Elie Wiesel Genocide and Atrocities Prevention Act of 2018
- Long title: To help prevent acts of genocide and other atrocity crimes, which threaten national and international security, by enhancing United States Government capacities to prevent, mitigate, and respond to such crises.

Citations
- Public law: Pub. L. 115–441 (text) (PDF)

Legislative history
- Introduced in the Senate by Benjamin Cardin (D‑MD) on May 17, 2017; Passed the Senate on Dec. 12, 2018 (by Unanimous consent); Passed the House on Dec. 21, 2018 (367-4); Signed into law by President Donald Trump on Jan. 14, 2019;

= Elie Wiesel Genocide and Atrocities Prevention Act =

US government bill

The Elie Wiesel Genocide and Atrocities Prevention Act of 2018, also known as the Elie Wiesel Act, GAPA or EWGAPA, is part of the 115th Congress, being S.1158 in the Senate and HR.3030 in the House. It was introduced in June 2017 and passed on December 21, 2018.

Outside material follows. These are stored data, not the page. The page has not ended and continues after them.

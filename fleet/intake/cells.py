"""What a sheet is made of: its cells, the place of each, and what a cell says."""

from __future__ import annotations

import datetime as dt
from dataclasses import dataclass, field

from fleet import errors, words

Cell = str | float | int | bool | dt.date | dt.datetime | dt.time | dt.timedelta | None
"""What a cell can hold; blank is None or text without a letter."""

_SPACES = dict.fromkeys(map(ord, "\u00a0\u2007\u202f\t\r\n\x0b\x0c"), " ") | dict.fromkeys(
    map(ord, "\u200b\ufeff"), ""
)


@dataclass(frozen=True)
class Place:
    """Where a sheet stands, and how its cells are named in messages.

    Parameters
    ----------
    file : str
        Name of the file [text].
    sheet : str
        Name of the sheet; empty for CSV [text].
    """

    file: str
    sheet: str = ""

    @property
    def text(self) -> str:
        """The file, and the sheet where there is one."""
        return f"{self.file}, sheet {self.sheet}" if self.sheet else self.file

    def cell(self, row_no: int, column_no: int) -> str:
        """Name one cell.

        Parameters
        ----------
        row_no, column_no : int
            Its row and column, counted from 1 [count].

        Returns
        -------
        str
            The place, in the one form all messages use [text].

        Examples
        --------
        >>> Place("north.xlsx", "readings").cell(7, 28)
        'north.xlsx, sheet readings, cell AB7'
        """
        return f"{self.text}, cell {letters(column_no)}{row_no}"

    def row(self, row_no: int) -> str:
        """Name one row.

        Parameters
        ----------
        row_no : int
            The row, counted from 1 [count].

        Returns
        -------
        str
            The place [text].

        Examples
        --------
        >>> Place("north.csv").row(7)
        'north.csv, row 7'
        """
        return f"{self.text}, row {row_no}"


@dataclass(frozen=True)
class Sheet:
    """One sheet as it stands in the file.

    Parameters
    ----------
    place : Place
        File and sheet [text].
    rows : list of list
        The cells; the first row is row 1, the first cell is column A; rows may be of unequal length [-].
    errors : dict
        (row, column), counted from 1, to the spreadsheet error the cell holds [text].
    unsaved : frozenset
        (row, column) of formulas whose result was not saved [count].
    merged : tuple
        Merged areas: first row, first column, last row, last column, counted from 1 [count].
    typed : bool
        Whether the file tells numbers from text; CSV does not [-].
    """

    place: Place
    rows: list[list[Cell]]
    errors: dict[tuple[int, int], str] = field(default_factory=dict)
    unsaved: frozenset[tuple[int, int]] = frozenset()
    merged: tuple[tuple[int, int, int, int], ...] = ()
    typed: bool = False


@dataclass(frozen=True)
class Book:
    """One file, read.

    Parameters
    ----------
    file : str
        Its name [text].
    sha256 : str
        The digest of its bytes [text].
    sheets : tuple of Sheet
        Its sheets, in order [-].
    """

    file: str
    sha256: str
    sheets: tuple[Sheet, ...]


def letters(column_no: int) -> str:
    """Give the letters of a column.

    Parameters
    ----------
    column_no : int
        The column, counted from 1 [count].

    Returns
    -------
    str
        Its letters [text].

    Examples
    --------
    >>> letters(1), letters(26), letters(27), letters(703)
    ('A', 'Z', 'AA', 'AAA')
    """
    name = ""
    while column_no > 0:
        column_no, rest = divmod(column_no - 1, 26)
        name = chr(65 + rest) + name
    return name


def clean(text: str) -> str:
    r"""Strip a text, and make every odd space and control character a plain space.

    Parameters
    ----------
    text : str
        The text as it stands [text].

    Returns
    -------
    str
        The text as it is kept [text].

    Examples
    --------
    >>> clean(" north\u00a0 shell\n")
    'north shell'
    """
    if not text.isascii() or not text.isprintable():
        text = text.translate(_SPACES)
        if not text.isprintable():
            text = "".join(letter if letter.isprintable() else " " for letter in text)
    return " ".join(text.split())


def is_blank(cell: Cell) -> bool:
    """Tell whether a cell holds nothing.

    Parameters
    ----------
    cell : Cell
        The cell [-].

    Returns
    -------
    bool
        Whether it is blank [-].

    Examples
    --------
    >>> is_blank("  "), is_blank(0.0)
    (True, False)
    """
    if isinstance(cell, str):
        return not cell or (not "!" <= cell[0] <= "~" and not clean(cell))
    return cell is None


def show(cell: Cell) -> str:
    """Write a cell as text, the way a person sees it.

    Parameters
    ----------
    cell : Cell
        The cell [-].

    Returns
    -------
    str
        Its text; whole numbers without a decimal point, dates as ISO dates [text].

    Examples
    --------
    >>> show(7.0), show("007"), show(True), show(dt.date(2026, 12, 1))
    ('7', '007', 'TRUE', '2026-12-01')
    """
    if cell is None:
        return ""
    if isinstance(cell, str):
        return clean(cell)
    if isinstance(cell, bool):
        return "TRUE" if cell else "FALSE"
    if isinstance(cell, float):
        return str(int(cell)) if cell.is_integer() and abs(cell) < 1e15 else repr(cell)
    if isinstance(cell, dt.datetime):
        return cell.isoformat(sep=" ")
    return str(cell)


def refusal(code: str, where: str, found: str) -> errors.FileRefused:
    """Build the refusal of a whole file from one fault.

    Parameters
    ----------
    code : str
        A fault of the catalogue [text].
    where, found : str
        The file, and what was found [text].

    Returns
    -------
    FileRefused
        The exception, carrying the fault [-].

    Examples
    --------
    >>> refusal("empty file", "north.csv", "0 bytes").faults[0].code
    'empty file'
    """
    fault = words.notice(code, where, found)
    return errors.FileRefused(where, f"{code}: {found}", fault.remedy, faults=(fault,))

According to the Congressional Research Service, this law directs the U.S. Department of State to provide additional training for Foreign Service Officers assigned to a country experiencing or at risk of mass atrocities, such as genocide or war crimes. The training shall include instruction on recognizing patterns of escalation and early signs of potential atrocities, and methods of preventing and responding to atrocities. The President shall report annually to Congress on U.S. efforts to prevent mass atrocities.